- Try it
From the listing below, pick out each line with the word "samples".
────
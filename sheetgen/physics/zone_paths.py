"""Lines of high symmetry through the Brillouin zone, lattice by lattice.

The labels and coordinates of the special points are those of W. Setyawan and S. Curtarolo, Computational
Materials Science 49, 299 (2010), restated on the axes of the conventional cell where that is simpler.
"""

from __future__ import annotations

from collections.abc import Callable
from dataclasses import dataclass
from math import cos, tan

import numpy as np

from sheetgen.physics.crystals import reciprocal_basis
from sheetgen.physics.polyhedra import zone_polyhedron

_TOLERANCE = 1e-6  # of cell lengths and cosines, within which a cell has the symmetry of its system
_IDENTITY = np.eye(3)
_OBVERSE = np.array([[2, 1, 1], [-1, 1, 1], [-1, -2, 1]]) / 3
_BODY = np.array([[-1, 1, 1], [1, -1, 1], [1, 1, -1]]) / 2


@dataclass(frozen=True)
class Path:
    """A path through special points: where its labels stand, and the points that sample it.

    `ticks` are distances along the path at the labels, `distances` (P,) those of `points` (P, 3), all in 1/m.
    A label such as "U|K" marks a jump; the points on both its sides have one distance.
    """

    lattice: str
    labels: tuple[str, ...]
    ticks: np.ndarray
    points: np.ndarray
    distances: np.ndarray


@dataclass(frozen=True)
class SpecialPoints:
    """Labelled points (3,) in 1/m and the legs of the path, each a list of labels."""

    lattice: str
    points: dict[str, np.ndarray]
    legs: tuple[tuple[str, ...], ...]


def standard_path(cell: np.ndarray, primitive: np.ndarray, samples: int = 240) -> Path:
    """Path along the lines of high symmetry of the lattice, with about that many points.

    A lattice that has no path of its own here (monoclinic, triclinic, face-centred orthorhombic, cells larger
    than they need be) gets one from Γ to the nearest faces of its zone and their corners.
    """
    special = special_points(cell, primitive)
    lines = [list(zip(leg[:-1], leg[1:], strict=True)) for leg in special.legs]
    length = sum(_length(special, *line) for leg in lines for line in leg)
    labels, ticks, points, distances = [], [], [], []
    start = 0.0
    for leg in lines:
        first = leg[0][0]
        labels[-1:] = [f"{labels[-1]}|{first}"] if labels else [first]
        ticks[-1:] = [start]
        for line in leg:
            end = start + _length(special, *line)
            parts = np.linspace(0, 1, 2 + int(samples * (end - start) / length))[:, None]
            points.append(special.points[line[0]] * (1 - parts) + special.points[line[1]] * parts)
            distances.append(start + (end - start) * parts[:, 0])
            start = end
            labels.append(line[1])
            ticks.append(end)
    return Path(
        special.lattice, tuple(labels), np.array(ticks), np.concatenate(points), np.concatenate(distances)
    )


def special_points(cell: np.ndarray, primitive: np.ndarray) -> SpecialPoints:
    """The labelled points of the lattice and the legs of its standard path."""
    cell, primitive = np.asarray(cell, float), np.asarray(primitive, float)
    rule = _RULES.get((_system(cell), _centring(primitive)))
    if rule is None:
        return _face_centres(cell, primitive)
    lattice, axes, coordinates, path = rule(cell)
    basis = reciprocal_basis(axes @ cell)
    points = {
        label: np.array(fractions) @ basis for label, fractions in {"Γ": (0, 0, 0), **coordinates}.items()
    }
    return SpecialPoints(lattice, points, tuple(tuple(leg.split("-")) for leg in path.split(" ")))


def _length(special: SpecialPoints, first: str, second: str) -> float:
    return float(np.linalg.norm(special.points[second] - special.points[first]))


def _shape(cell: np.ndarray) -> tuple[np.ndarray, np.ndarray]:
    """Lengths of the axes and cosines of alpha, beta, gamma."""
    lengths = np.linalg.norm(cell, axis=1)
    directions = cell / lengths[:, None]
    return lengths, (directions[[1, 2, 0]] * directions[[2, 0, 1]]).sum(axis=1)


def _system(cell: np.ndarray) -> str:
    """Crystal system of the shape of the conventional cell in its usual setting, else "general"."""
    (a, b, c), cosines = _shape(cell)

    def same(first: float, second: float) -> bool:
        return abs(first - second) <= _TOLERANCE * first

    if np.all(np.abs(cosines) <= _TOLERANCE):
        return ("cubic" if same(a, c) else "tetragonal") if same(a, b) else "orthorhombic"
    if same(a, b) and np.allclose(cosines, [0, 0, -0.5], atol=_TOLERANCE, rtol=0):
        return "hexagonal"
    if same(a, b) and same(a, c) and np.ptp(cosines) <= _TOLERANCE:
        return "rhombohedral"
    return "general"


def _centring(primitive: np.ndarray) -> str:
    """Letter of the centring of the conventional cell, or "other"."""
    points = round(1 / abs(np.linalg.det(primitive)))
    centrings = {
        "P": (1, [0, 0, 0]),
        "I": (2, [1 / 2, 1 / 2, 1 / 2]),
        "A": (2, [0, 1 / 2, 1 / 2]),
        "B": (2, [1 / 2, 0, 1 / 2]),
        "C": (2, [1 / 2, 1 / 2, 0]),
        "R": (3, [2 / 3, 1 / 3, 1 / 3]),
        "F": (4, [1 / 2, 1 / 2, 0]),
    }
    to_primitive = np.linalg.inv(primitive)
    for letter, (number, vector) in centrings.items():
        coefficients = np.array(vector) @ to_primitive
        if number == points and np.allclose(coefficients, np.round(coefficients), atol=1e-6):
            return letter
    return "other"


def _face_centres(cell: np.ndarray, primitive: np.ndarray) -> SpecialPoints:
    """Γ, the centres F of the three nearest pairs of faces, and a corner V of each."""
    zone = zone_polyhedron(cell, primitive)
    points, legs = {"Γ": np.zeros(3)}, ["Γ"]
    taken: list[np.ndarray] = []
    for number in np.argsort(zone.distances, kind="stable"):
        normal = zone.normals[number]
        if len(taken) == 3 or any(abs(normal @ other) > 1 - 1e-9 for other in taken):
            continue
        taken.append(normal)
        face, corner = f"F{len(taken)}", f"V{len(taken)}"
        points[face] = normal * zone.distances[number]
        points[corner] = zone.vertices[zone.faces[number][0]]
        legs += [face, corner, "Γ"]
    return SpecialPoints("general", points, (tuple(legs),))


_Rule = tuple[str, np.ndarray, dict[str, tuple[float, float, float]], str]


def _simple_cubic(cell: np.ndarray) -> _Rule:
    points = {"X": (0, 1 / 2, 0), "M": (1 / 2, 1 / 2, 0), "R": (1 / 2, 1 / 2, 1 / 2)}
    return "simple cubic", _IDENTITY, points, "Γ-X-M-Γ-R-X M-R"


def _face_centred_cubic(cell: np.ndarray) -> _Rule:
    points = {
        "X": (0, 1, 0),
        "W": (1 / 2, 1, 0),
        "K": (3 / 4, 3 / 4, 0),
        "L": (1 / 2, 1 / 2, 1 / 2),
        "U": (1 / 4, 1, 1 / 4),
    }
    return "face-centred cubic", _IDENTITY, points, "Γ-X-W-K-Γ-L-U-W-L-K U-X"


def _body_centred_cubic(cell: np.ndarray) -> _Rule:
    points = {"H": (0, 1, 0), "N": (1 / 2, 1 / 2, 0), "P": (1 / 2, 1 / 2, 1 / 2)}
    return "body-centred cubic", _IDENTITY, points, "Γ-H-N-Γ-P-H P-N"


def _hexagonal(cell: np.ndarray) -> _Rule:
    points = {
        "M": (1 / 2, 0, 0),
        "K": (1 / 3, 1 / 3, 0),
        "A": (0, 0, 1 / 2),
        "L": (1 / 2, 0, 1 / 2),
        "H": (1 / 3, 1 / 3, 1 / 2),
    }
    return "hexagonal", _IDENTITY, points, "Γ-M-K-Γ-A-L-H-A L-M K-H"


def _simple_tetragonal(cell: np.ndarray) -> _Rule:
    points = {
        "X": (0, 1 / 2, 0),
        "M": (1 / 2, 1 / 2, 0),
        "Z": (0, 0, 1 / 2),
        "R": (0, 1 / 2, 1 / 2),
        "A": (1 / 2, 1 / 2, 1 / 2),
    }
    return "tetragonal", _IDENTITY, points, "Γ-X-M-Γ-Z-R-A-Z X-R M-A"


def _body_centred_tetragonal(cell: np.ndarray) -> _Rule:
    (a, _, c), _ = _shape(cell)
    common = {"X": (1 / 2, 1 / 2, 0), "N": (1 / 2, 0, 1 / 2), "P": (1 / 2, 1 / 2, 1 / 2)}
    if c <= a:
        z = (1 + (c / a) ** 2) / 2
        points = {"M": (1, 0, 0), "Z": (0, 0, z), "Z1": (1, 0, 1 - z)}
        return "body-centred tetragonal", _IDENTITY, common | points, "Γ-X-M-Γ-Z-P-N-Z1-M X-P"
    sigma, shift = (1 + (a / c) ** 2) / 2, (a / c) ** 2 / 2
    points = {
        "Z": (0, 0, 1),
        "Σ": (sigma, 0, 0),
        "Σ1": (1 - sigma, 0, 1),
        "Y": (1 / 2 + shift, 1 / 2 - shift, 0),
        "Y1": (1 / 2 - shift, 1 / 2 - shift, 1),
    }
    return "body-centred tetragonal", _IDENTITY, common | points, "Γ-X-Y-Σ-Γ-Z-Σ1-N-P-Y1-Z X-P"


def _simple_orthorhombic(cell: np.ndarray) -> _Rule:
    points = {
        "X": (1 / 2, 0, 0),
        "Y": (0, 1 / 2, 0),
        "Z": (0, 0, 1 / 2),
        "S": (1 / 2, 1 / 2, 0),
        "T": (0, 1 / 2, 1 / 2),
        "U": (1 / 2, 0, 1 / 2),
        "R": (1 / 2, 1 / 2, 1 / 2),
    }
    return "orthorhombic", _IDENTITY, points, "Γ-X-S-Y-Γ-Z-U-R-T-Z Y-T U-X S-R"


def _base_centred_orthorhombic(first: int) -> Callable[[np.ndarray], _Rule]:
    """The rule where the two axes from `first` on, in cyclic order, span the centred face."""

    def rule(cell: np.ndarray) -> _Rule:
        axes = np.roll(_IDENTITY, -first, axis=0)
        short, long = np.linalg.norm(axes[:2] @ cell, axis=1)
        if short > long:  # the points are stated for the shorter axis first
            axes, short, long = np.array([axes[1], -axes[0], axes[2]]), long, short
        z = (1 + (short / long) ** 2) / 2
        points = {  # on the axes of the centred cell
            "X": (z, 0, 0),
            "X1": (1 - z, 1, 0),
            "A": (z, 0, 1 / 2),
            "A1": (1 - z, 1, 1 / 2),
            "Y": (0, 1, 0),
            "T": (0, 1, 1 / 2),
            "S": (1 / 2, 1 / 2, 0),
            "R": (1 / 2, 1 / 2, 1 / 2),
            "Z": (0, 0, 1 / 2),
        }
        return "base-centred orthorhombic", axes, points, "Γ-X-S-R-A-Z-Γ-Y-X1-A1-T-Y Z-T"

    return rule


def _body_centred_orthorhombic(cell: np.ndarray) -> _Rule:
    lengths, _ = _shape(cell)
    order = np.argsort(lengths, kind="stable")
    axes = _IDENTITY[order] * np.array([1, 1, np.linalg.det(_IDENTITY[order])])[:, None]
    a, b, c = lengths[order]
    zeta, eta = (1 + (a / c) ** 2) / 4, (1 + (b / c) ** 2) / 4
    delta, mu = (b * b - a * a) / (4 * c * c), (a * a + b * b) / (4 * c * c)
    points = {
        "L": (-mu, mu, 1 / 2 - delta),
        "L1": (mu, -mu, 1 / 2 + delta),
        "L2": (1 / 2 - delta, 1 / 2 + delta, -mu),
        "R": (0, 1 / 2, 0),
        "S": (1 / 2, 0, 0),
        "T": (0, 0, 1 / 2),
        "W": (1 / 4, 1 / 4, 1 / 4),
        "X": (-zeta, zeta, zeta),
        "X1": (zeta, 1 - zeta, -zeta),
        "Y": (eta, -eta, eta),
        "Y1": (1 - eta, eta, -eta),
        "Z": (1 / 2, 1 / 2, -1 / 2),
    }
    return "body-centred orthorhombic", _BODY @ axes, points, "Γ-X-L-T-W-R-X1-Z-Γ-Y-S-W L1-Y Y1-Z"


def _rhombohedral(axes: np.ndarray) -> Callable[[np.ndarray], _Rule]:
    """The rule on the three equal axes, rows of `axes` in units of the conventional ones."""

    def rule(cell: np.ndarray) -> _Rule:
        _, (cosine, _, _) = _shape(axes @ cell)
        alpha = float(np.arccos(cosine))
        if cosine > 0:
            eta = (1 + 4 * cos(alpha)) / (2 + 4 * cos(alpha))
            nu = 3 / 4 - eta / 2
            points = {
                "B": (eta, 1 / 2, 1 - eta),
                "B1": (1 / 2, 1 - eta, eta - 1),
                "F": (1 / 2, 1 / 2, 0),
                "L": (1 / 2, 0, 0),
                "P": (eta, nu, nu),
                "P1": (1 - nu, 1 - nu, 1 - eta),
                "Q": (1 - nu, nu, 0),
                "X": (nu, 0, -nu),
                "Z": (1 / 2, 1 / 2, 1 / 2),
            }
            return "rhombohedral", axes, points, "Γ-L-B1 B-Z-Γ-X Q-F-P1-Z L-P"
        eta = 1 / (2 * tan(alpha / 2) ** 2)
        nu = 3 / 4 - eta / 2
        points = {
            "F": (1 / 2, -1 / 2, 0),
            "L": (1 / 2, 0, 0),
            "P": (1 - nu, -nu, 1 - nu),
            "P1": (nu, nu - 1, nu - 1),
            "Q": (eta, eta, eta),
            "Q1": (1 - eta, -eta, -eta),
            "Z": (1 / 2, -1 / 2, 1 / 2),
        }
        return "rhombohedral", axes, points, "Γ-P-Z-Q-Γ-F-P1-Q1-L-Z"

    return rule


_RULES: dict[tuple[str, str], Callable[[np.ndarray], _Rule]] = {
    ("cubic", "P"): _simple_cubic,
    ("cubic", "F"): _face_centred_cubic,
    ("cubic", "I"): _body_centred_cubic,
    ("hexagonal", "P"): _hexagonal,
    ("hexagonal", "R"): _rhombohedral(_OBVERSE),
    ("rhombohedral", "P"): _rhombohedral(_IDENTITY),
    ("tetragonal", "P"): _simple_tetragonal,
    ("tetragonal", "I"): _body_centred_tetragonal,
    ("orthorhombic", "P"): _simple_orthorhombic,
    ("orthorhombic", "A"): _base_centred_orthorhombic(1),
    ("orthorhombic", "B"): _base_centred_orthorhombic(2),
    ("orthorhombic", "C"): _base_centred_orthorhombic(0),
    ("orthorhombic", "I"): _body_centred_orthorhombic,
}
────
- Exercise answer
def standard_path(cell: np.ndarray, primitive: np.ndarray, samples: int = 240) -> Path:
            parts = np.linspace(0, 1, 2 + int(samples * (end - start) / length))[:, None]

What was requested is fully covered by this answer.